# Tracking, snow and younger dogs



## Amaruq (Aug 29, 2001)

Jethro has been tracking numerous time, not as much as Lynn takes her guys (wish I could but.....). Keyzah so far has only been once. Looks like this weekend we will have a couple inches of snow on the ground, not enough for baby Keyzah to be lost in it but would you or would you not take them tracking? 

Jethro has been working fast so I am going to try to do some OB and possibly a little play session before he works to take the edge off. Jet has not tracked in 3 weeks because of other issues (work is busy right now) so I will probably take him tracking in it but I am not sure about Keyzah. If it is our typical winter we might not see snow free ground for months but it is also possible that we will have mild winter and snow free tracking. I do not want them to become dependent on seeing the track but I would like to get some more tracking time in with them both......


----------



## Lynn_P (Mar 17, 2004)

Ruq ~ I love tracking in the snow as long as it's not knee deep..

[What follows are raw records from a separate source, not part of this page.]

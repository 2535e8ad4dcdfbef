import { describe, it, expect } from 'vitest';
import {
  MM_PER_INCH,
  ONE_ARCMINUTE,
  DEFAULT_THRESHOLDS,
  toInches,
  requiredPpi,
  acuityDistance,
  viewingDistance,
  gradeFor,
  gradePrint,
  maxPrintLongEdge,
  type PrintGradeInput,
} from '../../src/lib/print-grade';

// Every expected number below is a published / reference value written out by hand,
// never recomputed with the module's own formula. Sources are named beside each check.

const IMG_3_2 = { width: 6000, height: 4000 }; // 3:2 file used throughout TRADE-FACTS §1.3 and §2.4
const IMG_16_9 = { width: 3840, height: 2160 }; // 16:9 file, TRADE-FACTS §2.4

function grade(input: Partial<PrintGradeInput> & Pick<PrintGradeInput, 'image' | 'print'>) {
  return gradePrint({ mode: 'fill', ...input });
}

describe('units', () => {
  it('uses the exact international inch', () => {
    expect(MM_PER_INCH).toBe(25.4); // 1 in = 25.4 mm exactly (international inch, 1959; TRADE-FACTS unit conventions)
    expect(toInches(25.4, 'mm')).toBe(1); // international inch, TRADE-FACTS unit conventions
    expect(toInches(210, 'mm')).toBeCloseTo(8.27, 2); // ISO 216 A4 short side in inches (TRADE-FACTS §2.1 table)
    expect(toInches(8, 'in')).toBe(8); // inches stay inches (identity)
  });

  it('defines one arcminute as 1/60 degree', () => {
    expect(ONE_ARCMINUTE).toBeCloseTo(2.908882e-4, 10); // θ = 1′ = π/10800 rad = 2.908882e-4 rad, TRADE-FACTS §1.2
  });
});

describe('requiredPpi — 1 arcminute acuity formula (TRADE-FACTS §1.2, check values §1)', () => {
  it.each([
    [12, 286.48], // check values §1 [VERIFIED]; worked example §1.3 #1 (8×10 held at 12 in)
    [10, 343.77], // check values §1 [VERIFIED]
    [24, 143.24], // check values §1 [VERIFIED]; worked example §1.3 #2
    [36, 95.49], // check values §1 [VERIFIED]; worked example §1.3 #3
    [60, 57.3], // check values §1 [VERIFIED]
  ])('at %d in needs %d ppi', (inches, ppi) => {
    expect(requiredPpi(inches)).toBeCloseTo(ppi, 2);
  });

  it.each([
    [300, 291.1], // check values §1; "291 dpi at 30 cm" in the meidokon derivation [PUB], via 25.4 mm per inch
    [500, 174.6], // check values §1; "175 dpi at 50 cm" [PUB], via 25.4 mm per inch
    [1000, 87.3], // check values §1; "87 dpi at 1 m" [PUB], via 25.4 mm per inch
  ])('at %d mm needs %d ppi', (mm, ppi) => {
    const inches = mm / 25.4; // international inch, TRADE-FACTS unit conventions
    expect(requiredPpi(inches)).toBeCloseTo(ppi, 1);
    expect(Math.round(requiredPpi(inches))).toBe(Math.round(ppi)); // whole-dpi values as published [PUB]
  });

  it('equals the published constant 3437.7467 at one inch', () => {
    expect(requiredPpi(1)).toBeCloseTo(3437.7467, 3); // 1/tan(1′) = 3437.7467, TRADE-FACTS §1.2 [VERIFIED]
  });

  it('rejects a distance that is not positive', () => {
    expect(() => requiredPpi(0)).toThrow(RangeError);
    expect(() => requiredPpi(-12)).toThrow(RangeError);
    expect(() => requiredPpi(Number.NaN)).toThrow(RangeError);
  });
});

describe('acuityDistance — inverse of the 1 arcminute formula (TRADE-FACTS §1.2)', () => {
  it('300 ppi is retina-limited beyond 11.459 in', () => {
    expect(acuityDistance(300)).toBeCloseTo(11.459, 3); // check values §1 [VERIFIED]
  });
  it('240 ppi is retina-limited beyond 14.324 in', () => {
    expect(acuityDistance(240)).toBeCloseTo(14.324, 3); // check values §1 [VERIFIED]
  });
  it('166.67 ppi (6000 px over 36 in) is retina-limited beyond 20.6 in', () => {
    expect(acuityDistance(6000 / 36)).toBeCloseTo(20.6, 1); // worked example TRADE-FACTS §1.3 #3
  });
  it('rejects a ppi that is not positive', () => {
    expect(() => acuityDistance(0)).toThrow(RangeError);
    expect(() => acuityDistance(-300)).toThrow(RangeError);
    expect(() => acuityDistance(Number.NaN)).toThrow(RangeError);
  });
});

describe('viewingDistance — 1.5 × diagonal (common practice)', () => {
  it('is 1.5 × the diagonal by default', () => {
    // 10×8 in: diagonal √164 = 12.806 in; × 1.5 = 19.209 in — common practice (PRODUCT.md; TRADE-FACTS §1.1)
    expect(viewingDistance(10, 8)).toBeCloseTo(19.209, 3);
    // 3-4-5 triangle: 30×40 in diagonal is 50 in exactly; × 1.5 = 75 in — common practice
    expect(viewingDistance(30, 40)).toBeCloseTo(75, 9);
  });
  it('accepts the upper end of the rule of thumb (2 × diagonal)', () => {
    expect(viewingDistance(30, 40, 2)).toBeCloseTo(100, 9); // "1.5–2 × the print diagonal", TRADE-FACTS §1.1 (common practice)
  });
  it('defaults match the product brief', () => {
    // business rule (PRODUCT.md print grade): target 300, floor 240, wall floor 150, distance 1.5 × diagonal
    expect(DEFAULT_THRESHOLDS).toEqual({ targetPpi: 300, floorPpi: 240, wallFloorPpi: 150, viewingDistanceFactor: 1.5 });
  });
});

describe('maxPrintLongEdge (TRADE-FACTS check values §1, arithmetic)', () => {
  it('6000 px prints 20 / 25 / 40 in at 300 / 240 / 150 ppi', () => {
    expect(maxPrintLongEdge(6000, 300)).toBeCloseTo(20, 9); // check values §1
    expect(maxPrintLongEdge(6000, 240)).toBeCloseTo(25, 9); // check values §1
    expect(maxPrintLongEdge(6000, 150)).toBeCloseTo(40, 9); // check values §1
  });
  it('rejects a ppi that is not positive', () => {
    expect(() => maxPrintLongEdge(6000, 0)).toThrow(RangeError);
    expect(() => maxPrintLongEdge(6000, Number.NaN)).toThrow(RangeError);
  });
});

I've always taken my young dogs out there to track in the snow. It's good for serpentines as you definitely can not lose your track. Here's a picture of Dante at 4 months of age tracking in the snow.


----------



## Amaruq (Aug 29, 2001)

We have a little more than that but considering where we live and what we USUALLY have I am NOT complaining. I want to track them as much as I can in the winter but I also know some dogs can get too used to the snow and start relying on seeing the track and have issues when the snow is gone. I will definitely track them some in the snow, pray for some roller coaster days that will melt the snow throughout the winter and work on other scent games at home.


----------



## Chris Wild (Dec 14, 2001)

I agree with, Lynn. I love snow tracking, provided it's a reasonable amount of snow. It provides a different, and more simple, scent profile for the dog to work. And it is GREAT for focusing on searching each footstep, doing serpentines, odd corners, step offs and other weird things while allowing you to know exactly where your track goes.

Last week at SchH training we had a dusting of an inch or two of snow. I think the newer members thought we were nuts when the experienced folk arrived all jumping for joy at the snow, geeked at the opportunity to lay crazy tracks that went all over the place without risking the stupid humans getting lost.


----------



## Chris Wild (Dec 14, 2001)

> Originally Posted By: AmaruqI want to track them as much as I can in the winter but I also know some dogs can get too used to the snow and start relying on seeing the track and have issues when the snow is gone.


I'm sure this can become a problem with some dogs, but it's pretty rare. 2 reasons.

One, while a standing human can easily see the footprints, they're not nearly as obvious to a dog whose eyes are less than a foot off the ground. Lay a track, bend down to dog eye level and you'll see that it's not nearly as obvious as we might think.

Second, as a dog's primary sense that they use to relate to the world is smell, and it's the one they're most comfortable using and prefer to use, so long as the nose still works they're not going to choose to follow their eyes over their nose. A hard thing for people to comprehend since smell is one of our weakest senses and sight is by far the one we're most dependent on. But not so for a dog, so even if they can see it a bit, it isn't going to influence their tracking that much. If the dog really were inclined to eyesight the track, the thousands of dogs all over the world trained tracking in dirt because it's more readily available than grass would be sighting the track too. But they don't.


----------



## Kayos and Havoc (Oct 17, 2002)

Chris stole the words off my keyboard! 

Dogs will use nose over eyes. And even if they do some eyeballing they will get over it when springtime rolls around and the snow is gone.

I think snow tracking is a wonderful confidence booster for both dog and handler. The snow holds scent well and the dog can negotiate it ie easier. The handler can see what the dog is doing as they work the foot steps. Using snow tracking for serpentine work especially with a young dog introduces them to the concept that the track will not always go straight. I think they can learn this more quickly in the snow. 

Go have fun snd I will be very jealous.


----------



## Amaruq (Aug 29, 2001)

It seems most of what I heard from sport tracking is to NOT track too much in the snow. But in SAR I loved it so as long the snow is no deeper than my dogs a tracking we will go!








I bet I will learn more about footstep tracking this winter then the "young guns".


----------